** MATERIAL FOR THIS EXERCISE follows **

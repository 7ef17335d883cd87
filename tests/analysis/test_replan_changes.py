"""A re-plan keeps no change that does not pay, even where its gap would allow one."""

from __future__ import annotations

import shutil
from dataclasses import replace
from pathlib import Path

import numpy as np
import pandas as pd
import pytest
from analysis_helpers import a2_moved_then_forbidden, exact_options
from conftest import solve_verified

from rebalance import options_from_instance, read_instance
from rebalance.analysis.change_reasons import change_reasons
from rebalance.analysis.reasons import reasons
from rebalance.analysis.replan import Replan, replan
from rebalance.analysis.scenario_files import DemandChange, Scenario, apply_scenario
from rebalance.generate import GeneratorSpec, generate, write_generated
from rebalance.instance import Budget, Demand, Instance, Office
from rebalance.plan import PLAN_TABLES, Plan, cost_table, coverage_table
from rebalance.planning import make_plan


def _changes(frame) -> set[tuple[str, str, str, str]]:
    return {(r.change, r.who, r.period, f"{r.old}|{r.new}") for r in frame.itertuples()}


def test_no_detail_is_handed_to_an_identical_colleague_for_nothing(tmp_path: Path) -> None:
    # Found by a sweep: one person leaves after 2028-Q1; the re-plan at 2028-Q2 (gap 1%)
    # dropped S00001's detail and gave the same detail to S00003, whose staff rows are the
    # same: 4,000 of disruption within 1% of 513,200.  The reference is the same re-plan
    # solved with no gap (the exact optimum): it makes three changes and no swap.
    folder = write_generated(generate(GeneratorSpec(staff=40, offices=3, skills=2, periods=6,
                                                    seed=1)), tmp_path / "g1")
    instance = read_instance(folder)
    old = make_plan(instance, options_from_instance(instance, time_limit_seconds=15))
    assert old.plan is not None and old.verified
    staff = folder / "staff.csv"
    lines = staff.read_text().splitlines()
    lines = [line + "2028-Q1" if line.startswith("S00018,") and line.endswith(",")
             else line for line in lines]
    staff.write_text("\n".join(lines) + "\n")
    changed = read_instance(folder)
    at = changed.period_names.index("2028-Q2")
    loose = replan(changed, old.plan, at, options_from_instance(changed, time_limit_seconds=20))
    exact = replan(changed, old.plan, at, options_from_instance(changed, time_limit_seconds=20,
                                                                relative_gap=0.0))
    assert loose.result.verified and exact.result.verified
    assert _changes(loose.changes) == _changes(exact.changes)
    assert loose.disruption_cost == exact.disruption_cost
    shutil.rmtree(folder)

** End of MATERIAL FOR THIS EXERCISE **

* YOUR OBJECTIVE *
Every line above that holds the word "lines" is to be found and copied.

* SOLUTION TO THE EXERCISE *
    lines = staff.read_text().splitlines()
    lines = [line + "2028-Q1" if line.startswith("S00018,") and line.endswith(",")
             else line for line in lines]
    staff.write_text("\n".join(lines) + "\n")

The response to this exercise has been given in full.